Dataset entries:
== Segment start ==

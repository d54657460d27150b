import { describe, expect, it } from 'vitest';
import { PennyweightError } from '#contract/error.ts';
import type { Recipe } from '#contract/recipe.ts';
import { mustPlan, planRecipe, readRecipe, rowsOf } from '../../../../server/engine/recipe/plan.ts';
import { movingValues, uniform } from '../checks/survey-factory.ts';
import { archiveId, recipeOf, source, type Loose } from './recipe-factory.ts';

const problemOf = (steps: Loose[], sources = [source(1, uniform(10))], runs = 1, fields = ['u']) => planRecipe(recipeOf(steps, runs, fields), sources).problems[0];

describe('a recipe from outside', () => {
  it('gets the defaults of the contract', () => {
    const recipe = readRecipe({ pennyweight: 1, steps: [{ step: 'select', archives: [archiveId(1)], fields: ['u'] }, { step: 'weigh' }] });
    expect(recipe.steps[1]).toEqual({ step: 'weigh', time: 'trapezoid', space: 'tensor', runs: 'equal' });
  });

  it.each([
    ['of a newer version', { pennyweight: 2, steps: [] }, /version 2.*up to 1.*Update/],
    ['with a step that does not exist', { pennyweight: 1, steps: [{ step: 'bake' }] }, /Step 1 of the recipe/],
    ['with a wrong parameter', { pennyweight: 1, steps: [{ step: 'select', archives: [archiveId(1)], fields: ['u'] }, { step: 'window', every: 0 }] }, /Step 2 of the recipe is not valid: every/],
    ['that is no object', 'select all', /recipe is not valid/],
    ['that is nothing', null, /recipe is not valid/],
  ])('%s is refused with the place', (_, value, sentence) => {
    expect(() => readRecipe(value)).toThrow(PennyweightError);
    expect(() => readRecipe(value)).toThrow(sentence);
  });
});

describe('the order of steps', () => {
  it('begins with select', () => {
    const recipe: Recipe = { pennyweight: 1, steps: [{ step: 'cast', type: 'float64' }] };
    expect(planRecipe(recipe, [source(1, uniform(4))]).problems).toEqual([{ step: 0, code: 'recipe-invalid', message: expect.stringMatching(/begins with select/) }]);
  });

  it.each([
    ['order after window', [{ step: 'window' }, { step: 'order' }], 2, /order stands too late/],
    ['weigh before order', [{ step: 'weigh' }, { step: 'order' }], 2, /order stands too late/],
    ['anything after cast', [{ step: 'cast', type: 'float32' }, { step: 'centre' }], 2, /centre stands too late/],
    ['a step twice', [{ step: 'weigh' }, { step: 'weigh' }], 2, /weigh is there twice/],
  ] as [string, Loose[], number, RegExp][])('%s is refused, and the step is named', (_, steps, at, sentence) => {
    expect(problemOf(steps)).toEqual({ step: at, code: 'recipe-invalid', message: expect.stringMatching(sentence) });
  });

  it.each([['centre', 'weigh', 'split'], ['split', 'weigh', 'centre'], ['weigh', 'split', 'centre']])('lets %s, %s and %s stand in any order', (...names) => {
    const parameters: Record<string, object> = { split: { by: 'blocks', shares: [0.5, 0, 0.5], blocks: 4 } };
    expect(problemOf(names.map((step) => ({ step, ...parameters[step] }) as Loose))).toBeUndefined();
  });
});

describe('a plan', () => {
  it('tells what each step changed, by counts', () => {
    const plan = planRecipe(recipeOf([{ step: 'order' }, { step: 'window', from: 0.02, to: 0.07 }, { step: 'weigh' }]), [source(1, uniform(10))]);
    expect(plan.effects.map(({ step, before, after }) => [step, before, after])).toEqual([['select', 0, 10], ['order', 10, 10], ['window', 10, 6], ['weigh', 6, 6]]);
    expect(plan.columns.map((column) => column.index)).toEqual([2, 3, 4, 5, 6, 7]);
  });

  it('without weigh counts every snapshot and node the same; the sum is the duration', () => {
    const plan = mustPlan(recipeOf([]), [source(1, [0, 1, 2, 7])]);
    expect(Array.from(plan.timeWeights!)).toEqual([7 / 4, 7 / 4, 7 / 4, 7 / 4]);
    expect(Array.from(plan.spaceWeights!)).toEqual([1, 1, 1, 1]);
    expect(plan.split).toEqual(['train', 'train', 'train', 'train']);
  });

  it.each([['with', [{ step: 'weigh' }], 1], ['without', [], null]] as [string, Loose[], number | null][])('%s a weigh step needs stamps that increase', (_, steps, at) => {
    expect(problemOf(steps, [source(1, [0, 1, 1, 2])])).toEqual({ step: at, code: 'stamps-invalid', message: expect.stringMatching(/stamp 2 \(1\) is not after stamp 1/) });
  });

  it('stacks fields in the order of select, whatever the archive says', () => {
    const two = source(1, uniform(5), { fields: [{ name: 'u', values: movingValues(5) }, { name: 'p', unit: 'Pa', values: movingValues(5) }] });
    const plan = mustPlan(recipeOf([], 1, ['p', 'u']), [two]);
    expect(plan.fields.map(({ name, unit, from, count }) => [name, unit, from, count])).toEqual([['p', 'Pa', 0, 4], ['u', 'm s-1', 4, 4]]);
    expect(rowsOf(plan)).toBe(8);
  });

  it('stops with a refusal by the first problem when it must hold', () => {
    expect(() => mustPlan(recipeOf([{ step: 'window', from: 5, to: 6 }]), [source(1, uniform(10))])).toThrow(/^Step 2: The window leaves no snapshot of run run 1, which spans 0 to 0.09/);
  });

  it('is the same for the same recipe and sources', () => {
    const recipe = recipeOf([{ step: 'order' }, { step: 'weigh' }, { step: 'split', by: 'blocks', shares: [0.6, 0.2, 0.2], seed: 5 }], 2);
    const plans = [0, 1].map(() => mustPlan(recipe, [source(1, uniform(40)), source(2, uniform(30, 0.02))]));
    expect(plans[0]).toEqual(plans[1]);
  });
});

describe('select', () => {
  it('takes runs in the order of the recipe', () => {
    const plan = mustPlan(readRecipe({ pennyweight: 1, steps: [{ step: 'select', archives: [archiveId(2), archiveId(1)], fields: ['u'] }] }), [source(1, uniform(3)), source(2, uniform(4))]);
    expect(plan.columns.map((column) => plan.sources[column.source].run)).toEqual(['run 2', 'run 2', 'run 2', 'run 2', 'run 1', 'run 1', 'run 1']);
  });

  const grid = (nodes: number[], more: object = {}) => ({ axes: [{ name: 'x' as const, nodes, ...more }] });
  it.each([
    ['a field that a run lacks', [source(1, uniform(5))], 1, ['q'], /Run run 1 has no field "q": it has u/],
    ['an archive that is not there', [source(1, uniform(5))], 2, ['u'], /is not there, is withdrawn, or has not been read/],
    ['a field twice', [source(1, uniform(5))], 1, ['u', 'u'], /"u" is selected twice/],
    ['runs on different grids', [source(1, uniform(5), grid([0, 1, 2, 3])), source(2, uniform(5), grid([0, 1, 2, 4]))], 2, ['u'], /run 2 is on another grid than that of run run 1: node 3 of the axis x lies at 3 in run 1 and at 4 in run 2/],
    ['runs with different numbers of nodes', [source(1, uniform(5)), source(2, uniform(5), { fields: [{ values: movingValues(5, 3) }] })], 2, ['u'], /another grid/],
    ['runs in different units', [source(1, uniform(5)), source(2, uniform(5), { fields: [{ unit: 'cm s-1', values: movingValues(5) }] })], 2, ['u'], /in m s-1 in run run 1 and in cm s-1 in run run 2/],
    ['time in different units', [source(1, uniform(5)), source(2, uniform(5), { timeUnit: 'ms' })], 2, ['u'], /Time is in s in run run 1 and in ms in run run 2/],
    ['a run with time and one without', [source(1, uniform(5)), source(2, null, { time: { kind: 'ensemble' } })], 2, ['u'], /Some runs have time stamps and others have none/],
    ['fewer stamps than snapshots', [source(1, uniform(5), { fields: [{ values: movingValues(6) }] })], 1, ['u'], /has 5 time stamps for 6 snapshots/],
  ] as [string, ReturnType<typeof source>[], number, string[], RegExp][])('refuses %s', (_, sources, runs, fields, sentence) => {
    expect(problemOf([], sources, runs, fields)).toEqual({ step: 0, code: 'recipe-invalid', message: expect.stringMatching(sentence) });
  });

  it('takes grids that differ by the rounding of single precision for one', () => {
    const nodes = [0.1, 0.2, 0.3, 0.4];
    expect(problemOf([], [source(1, uniform(5), grid(nodes)), source(2, uniform(5), grid(nodes.map(Math.fround), { dtype: 'float32' }))], 2)).toBeUndefined();
  });
});

describe('window', () => {
  const kept = (parameters: object, stamps: number[] = uniform(10, 1)) => mustPlan(recipeOf([{ step: 'window', ...parameters } as Loose]), [source(1, stamps)]).columns.map((column) => column.time);

  it.each([
    ['from and to include their stamps', { from: 2, to: 4 }, [2, 3, 4]],
    ['every third counts from the first that is left', { from: 1, every: 3 }, [1, 4, 7]],
    ['the first two', { first: 2 }, [0, 1]],
    ['the last two', { last: 2 }, [8, 9]],
    ['the last two of the first five', { first: 5, last: 2 }, [3, 4]],
    ['more than there are', { first: 100 }, [0, 1, 2, 3, 4, 5, 6, 7, 8, 9]],
  ])('%s', (_, parameters, expected) => {
    expect(kept(parameters)).toEqual(expected);
  });

  it('treats every run by itself', () => {
    const plan = mustPlan(recipeOf([{ step: 'window', first: 2 }], 2), [source(1, uniform(5)), source(2, uniform(7))]);
    expect(plan.columns.map(({ source: s, index }) => [s, index])).toEqual([[0, 0], [0, 1], [1, 0], [1, 1]]);
  });

  it('refuses to end before it starts, and to cut an ensemble by time', () => {
    expect(problemOf([{ step: 'window', from: 3, to: 2 }])?.message).toMatch(/starts at 3, after its end 2/);
    expect(problemOf([{ step: 'window', from: 3 }], [source(1, null, { time: { kind: 'ensemble' } })])?.message).toMatch(/no time axis/);
  });
});
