/** The parts of Debian that Pennyweight stands on: what each is for, how to see that it is there, how to install it. */
import { existsSync, readdirSync, writeFileSync } from 'node:fs';
import { join } from 'node:path';
import { announce, seconds, warn } from './announce.js';
import { logs } from './checkout.js';
import { lastLines, run, succeeds } from './command.js';
import { exclusively } from './exclusive.js';
import { findPrograms } from './postgres-programs.js';
import { SetupRefusal } from './refusal.js';

const python = '/usr/bin/python3';

function openblasIsThere() {
  return readdirSync('/usr/lib')
    .filter((folder) => folder.endsWith('-linux-gnu'))
    .some((folder) => existsSync(join('/usr/lib', folder, 'libopenblas.so.0')));
}

export const parts = {
  postgres: { packages: ['postgresql'], present: () => findPrograms() !== null, purpose: 'the database' },
  openblas: { packages: ['libopenblas0-pthread'], present: openblasIsThere, purpose: 'fast linear algebra' },
  chromium: { packages: ['chromium'], present: () => existsSync('/usr/bin/chromium'), purpose: 'the browser tests' },
  fonts: {
    packages: ['fonts-dejavu-core', 'fonts-liberation'],
    present: () => ['dejavu', 'liberation'].every((name) => existsSync(`/usr/share/fonts/truetype/${name}`)),
    purpose: 'the browser tests',
  },
  python: {
    packages: ['python3-h5py', 'python3-numpy', 'python3-scipy'],
    present: () => succeeds(python, ['-c', 'import h5py, numpy, scipy']),
    purpose: 'the reference tests',
  },
};

async function missing(names) {
  const found = [];
  for (const name of names) if (!(await parts[name].present())) found.push(name);
  return found;
}

/** The words before a command that has to run as root; null when we may not. */
async function asRoot() {
  if (process.getuid() === 0) return [];
  return (await succeeds('sudo', ['-n', 'true'])) ? ['sudo', '-n'] : null;
}

const clusterSettings = '/etc/postgresql-common/createcluster.d';

/**
 * Debian makes and starts a cluster "main" when the server package is installed; we need none. Existing clusters are
 * left alone, and so is the setting for later versions: the file goes again afterwards (pg_createcluster(1)).
 */
async function withoutMainCluster(prefix, install) {
  const file = `${clusterSettings}/pennyweight.conf`;
  const root = (program, args, input) => {
    const [first, ...rest] = [...prefix, program, ...args];
    return run(first, rest, { input, last: true });
  };
  await root('mkdir', ['-p', clusterSettings]);
  await root('tee', [file], 'create_main_cluster = false\n');
  try {
    return await install();
  } finally {
    await root('rm', ['-f', file]);
  }
}

async function aptGet(prefix, packages) {
  const call = (...args) => {
    const words = [
      ...prefix,
      'env',
      'DEBIAN_FRONTEND=noninteractive',
      'apt-get',
      '-y',
      '-o',
      'DPkg::Lock::Timeout=300',
      ...args,
    ];
    return run(words[0], words.slice(1));
  };
  const install = () => call('install', '--no-install-recommends', ...packages);
  return withoutMainCluster(prefix, async () => {
    let result = await install();
    // The package lists may be missing (a fresh machine) or name versions that are gone.
    if (result.code !== 0) {
      const update = await call('update');
      result = await install();
      result.output = `${update.output}\n${result.output}`;
    }
    writeFileSync(join(logs, 'apt.log'), result.output);
    return result;
  });
}

async function install(names, command) {
  const packages = names.flatMap((name) => parts[name].packages);
  const purposes = [...new Set(names.map((name) => parts[name].purpose))].join(', ');
  const advice = `have an administrator run "apt-get install ${packages.join(' ')}", then run ${command} again`;
  const prefix = await asRoot();
  if (prefix === null || !existsSync('/usr/bin/apt-get')) {
    const reason = prefix === null ? 'this user may not install them' : 'this is not a Debian that could install them';
    throw new SetupRefusal(`Pennyweight needs Debian packages for ${purposes}, and ${reason}: ${advice}.`);
  }
  const begun = performance.now();
  announce('system', `installing ${packages.join(', ')} for ${purposes}`);
  const { code, output } = await aptGet(prefix, packages);
  if (code !== 0 || (await missing(names)).length > 0) {
    throw new SetupRefusal(
      `apt-get could not install ${packages.join(', ')}; its last words are below: ${advice}.\n${lastLines(output)}`,
    );
  }
  announce('system', `installed in ${seconds(begun)}`);
}

/** Installs what is missing; without a `required` part nothing works, without a `wanted` one something is slower. */
export async function ensureDebianPackages({ required = [], wanted = [], command }) {
  await exclusively('system', async () => {
    const lacking = await missing(required);
    if (lacking.length > 0) await install(lacking, command);
    for (const name of await missing(wanted)) {
      await install([name], command).catch((error) => {
        if (!(error instanceof SetupRefusal)) throw error;
        warn('system', `going on without ${parts[name].packages.join(', ')} (${parts[name].purpose}).`);
      });
    }
  });
}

== Segment end ==

• _To do_
Whenever a line holds "runs", it counts; state the total for the records and add nothing.

• _Answer space_
9